#### Data to process ####

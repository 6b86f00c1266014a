/**
 * The rules the core's parameters follow, each written once with its wording. The option table
 * (src/options/table.ts) builds the command-line flags, the config file and the library's checks
 * from these same rules, so a value is accepted or refused with the same words wherever it comes
 * from; the core itself checks them only to catch programming errors (a RangeError is a bug).
 */

/** A rule a value must follow, and what a valid value is in words ("must be <expected>"). */
export interface Rule<T> {
  readonly accept: (value: T) => boolean;
  readonly expected: string;
  /** Why this value in particular is refused, when the rule can say more than `expected`. */
  readonly reason?: (value: T) => string | undefined;
}

/** The one sentence of a refusal: "must be <expected>", and the particular reason when there is one. */
export function refusal<T>(rule: Rule<T>, value: T): string {
  const reason = rule.reason?.(value);
  return `must be ${rule.expected}${reason === undefined ? "" : ` (${reason})`}`;
}

/** Bounds of a number: each end open (gt, lt) or closed (gte, lte), or absent. */
export interface NumberRange {
  readonly gt?: number;
  readonly gte?: number;
  readonly lt?: number;
  readonly lte?: number;
}

/** A finite number within `range`, worded from the range ("a number strictly between 0 and 1"). */
export function numberRule(range: NumberRange = {}): Rule<number> {
  const { gt, gte, lt, lte } = range;
  return {
    accept: (x) =>
      Number.isFinite(x) &&
      (gt === undefined || x > gt) &&
      (gte === undefined || x >= gte) &&
      (lt === undefined || x < lt) &&
      (lte === undefined || x <= lte),
    expected: describeRange(range),
  };
}

function describeRange({ gt, gte, lt, lte }: NumberRange): string {
  const low = gt ?? gte;
  const high = lt ?? lte;
  if (low !== undefined && high !== undefined) {
    if (gt !== undefined && lt !== undefined) return `a number strictly between ${low} and ${high}`;
    return `a number ${gt === undefined ? ">=" : ">"} ${low} and ${lt === undefined ? "<=" : "<"} ${high}`;
  }
  if (gt === 0) return "a positive number";
  if (low !== undefined) return `a number ${gt === undefined ? ">=" : ">"} ${low}`;
  if (high !== undefined) return `a number ${lt === undefined ? "<=" : "<"} ${high}`;
  return "a number";
}

/** A whole number from `minimum` to `maximum` (both included). */
export function integerRule(minimum: number, maximum: number): Rule<number> {
  return {
    accept: (x) => Number.isInteger(x) && x >= minimum && x <= maximum,
    expected: `a whole number from ${minimum} to ${maximum}`,
  };
}

/** Defaults of the core's parameters (the option table's defaults are these). */
export const defaultWeight = 0.5;
export const defaultSteps = 11;
export const defaultConfidence = 0.95;
/** Seed of the random streams. */
export const defaultSeed = 1;
/** Mean block length of the bootstrap: chosen from the data (Politis-White). */
export const defaultBlockLength = "auto";
/** Bootstrap replicates when a bootstrap is asked for without a number. */
export const defaultReplicates = 2000;

/** The fewest aligned observations the moments and the CAPM fits need. */
export const minimumObservations = 3;

/** The largest candidate grid: a limit on output size (each candidate is a row), not a numerical one. */
export const maximumSteps = 100_000;

/**
 * The largest number of bootstrap replicates: each keeps its draws in memory (1,000,000 replicates of
 * the bundled example take 8 s and 0.44 GB; ten times as many would take gigabytes).
 */
export const maximumReplicates = 1_000_000;

/**
 * The magnitudes the core computes with: a series' largest absolute value, and a structure's
 * standard deviations and means, lie within [1e-100, 1e+100]. The core computes on data scaled by a
 * power of two to about 1 and scales its results back, so within this range every reported variance
 * (the square of a magnitude, down to 1e-32 of it for a noise variance) is a normal double; beyond it
 * the squares leave double precision (1e-300 squared is 0, 1e+300 squared is infinite).
 */
export const magnitudeRange = { min: 1e-100, max: 1e100 } as const;

/**
 * The largest ratio of the two books' magnitudes: the core scales both by one factor (the market
 * proxy mixes them), so a book 1e-20 the size of the other keeps its squares and fourth powers (the
 * HAC sums) well inside double precision.
 */
export const magnitudeRatio = 1e20;

/**
 * Why the ranges of the weight and the confidence level are what they are:
 * - weight within [0.0001, 0.9999]: nearer 0 or 1 the proxy is one book to within rounding, and the
 *   other book's CAPM residuals (w or 1 - w times its noise) keep too few digits for the standard
 *   errors; below 2^-53 they are exactly zero.
 * - confidence within [0.5, 0.9999]: below 0.5 the one-sided normal quantile that bounds the
 *   Imbens-Manski critical value is negative (an interval narrower than the set); above 0.9999 the
 *   tail probability is below what a sample of returns informs, and near 1 it rounds away
 *   (0.9999999999999999 gives an infinite normal quantile).
 * Steps, replicates, periods and window sizes have limits on memory (each candidate, replicate or
 * period is kept), not numerical ones.
 */
export const weightRange = { gte: 0.0001, lte: 0.9999 } as const;
export const confidenceRange = { gte: 0.5, lte: 0.9999 } as const;

/**
 * The largest number of periods of a simulated sample: the sample and its dates are held in memory
 * and written at once (1,000,000 daily periods take about 0.5 GB; 10,000,000 took 4.7 GB).
 */
export const maximumPeriods = 1_000_000;

/** The largest mean block length of the bootstrap (any length beyond the sample's is one block). */
export const maximumBlockLength = 100_000_000;

/** A standard deviation: 0, or a magnitude within `magnitudeRange`. */
function deviationRule(): Rule<number> {
  const { min, max } = magnitudeRange;
  return {
    accept: (x) => x === 0 || (Number.isFinite(x) && x >= min && x <= max),
    expected: `0 or a number from ${min} to ${max}`,
  };
}

/** The core's parameters and their rules. */
export const parameters = {
  /** w, the weight of the low book in the market proxy M = w low + (1 - w) high. */
  weight: numberRule(weightRange),
  /** Confidence level of an interval. */
  confidence: numberRule(confidenceRange),
  /** Candidates in the grid, end points included. */
  steps: integerRule(2, maximumSteps),
  /** Bootstrap replicates (0: no bootstrap). */
  replicates: integerRule(0, maximumReplicates),
  /** Mean block length of the stationary bootstrap. */
  blockLength: numberRule({ gte: 1, lte: maximumBlockLength }),
  /** A seed of the random streams. */
  seed: integerRule(0, Number.MAX_SAFE_INTEGER),
  /** A fixed Bartlett lag truncation. */
  hacLags: integerRule(0, 100_000),
  /** A structural beta of the low book (the high one is positive when it is below 1/w). */
  lowBeta: numberRule({ gt: 0 }),
  /** The latent factor's standard deviation per period. */
  factorVol: numberRule({ gte: magnitudeRange.min, lte: magnitudeRange.max }),
  /** A mean per period. */
  mean: numberRule({ gte: -magnitudeRange.max, lte: magnitudeRange.max }),
  /** A noise standard deviation per period. */
  noiseVol: deviationRule(),
  /** Periods of a simulated sample. */
  periods: integerRule(1, maximumPeriods),
  /** Degrees of freedom of Student t innovations (finite variance needs more than 2). */
  tails: numberRule({ gt: 2 }),
  /** AR(1) coefficient of the noises (stationary). */
  noiseAr: numberRule({ gt: -1, lt: 1 }),
  /** Rows of a rolling window, or of the first expanding one (the moments need at least three). */
  windowLength: integerRule(minimumObservations, 100_000_000),
  /** Rows between consecutive windows. */
  windowStep: integerRule(1, 100_000_000),
  /** An assumed correlation of the books' noises (docs/methods.md §2). */
  noiseCorrelation: numberRule({ gte: -1, lte: 1 }),
  /** A portfolio's weight in the market proxy of the k-portfolio factor model, scaled to sum to 1 (docs/methods.md §31). */
  marketWeight: numberRule({ gt: 0, lte: 1e12 }),
} as const satisfies Record<string, Rule<number>>;

export type ParameterName = keyof typeof parameters;

/** Throws a RangeError (a programming error) when `value` breaks the rule of `name`. */
export function assertParameter(where: string, name: ParameterName, value: number): void {
  const rule = parameters[name];
  if (!rule.accept(value)) throw new RangeError(`${where}: ${name} must be ${rule.expected}, got ${value}`);
}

####

Once you reach the line containing "than 2). */", output that line and each one after it exactly, ending with the final line of the listing and adding nothing else.

> **Your solution**
  /** Degrees of freedom of Student t innovations (finite variance needs more than 2). */
  tails: numberRule({ gt: 2 }),
  /** AR(1) coefficient of the noises (stationary). */
  noiseAr: numberRule({ gt: -1, lt: 1 }),
  /** Rows of a rolling window, or of the first expanding one (the moments need at least three). */
  windowLength: integerRule(minimumObservations, 100_000_000),
  /** Rows between consecutive windows. */
  windowStep: integerRule(1, 100_000_000),
  /** An assumed correlation of the books' noises (docs/methods.md §2). */
  noiseCorrelation: numberRule({ gte: -1, lte: 1 }),
  /** A portfolio's weight in the market proxy of the k-portfolio factor model, scaled to sum to 1 (docs/methods.md §31). */
  marketWeight: numberRule({ gt: 0, lte: 1e12 }),
} as const satisfies Record<string, Rule<number>>;

export type ParameterName = keyof typeof parameters;

/** Throws a RangeError (a programming error) when `value` breaks the rule of `name`. */
export function assertParameter(where: string, name: ParameterName, value: number): void {
  const rule = parameters[name];
  if (!rule.accept(value)) throw new RangeError(`${where}: ${name} must be ${rule.expected}, got ${value}`);
}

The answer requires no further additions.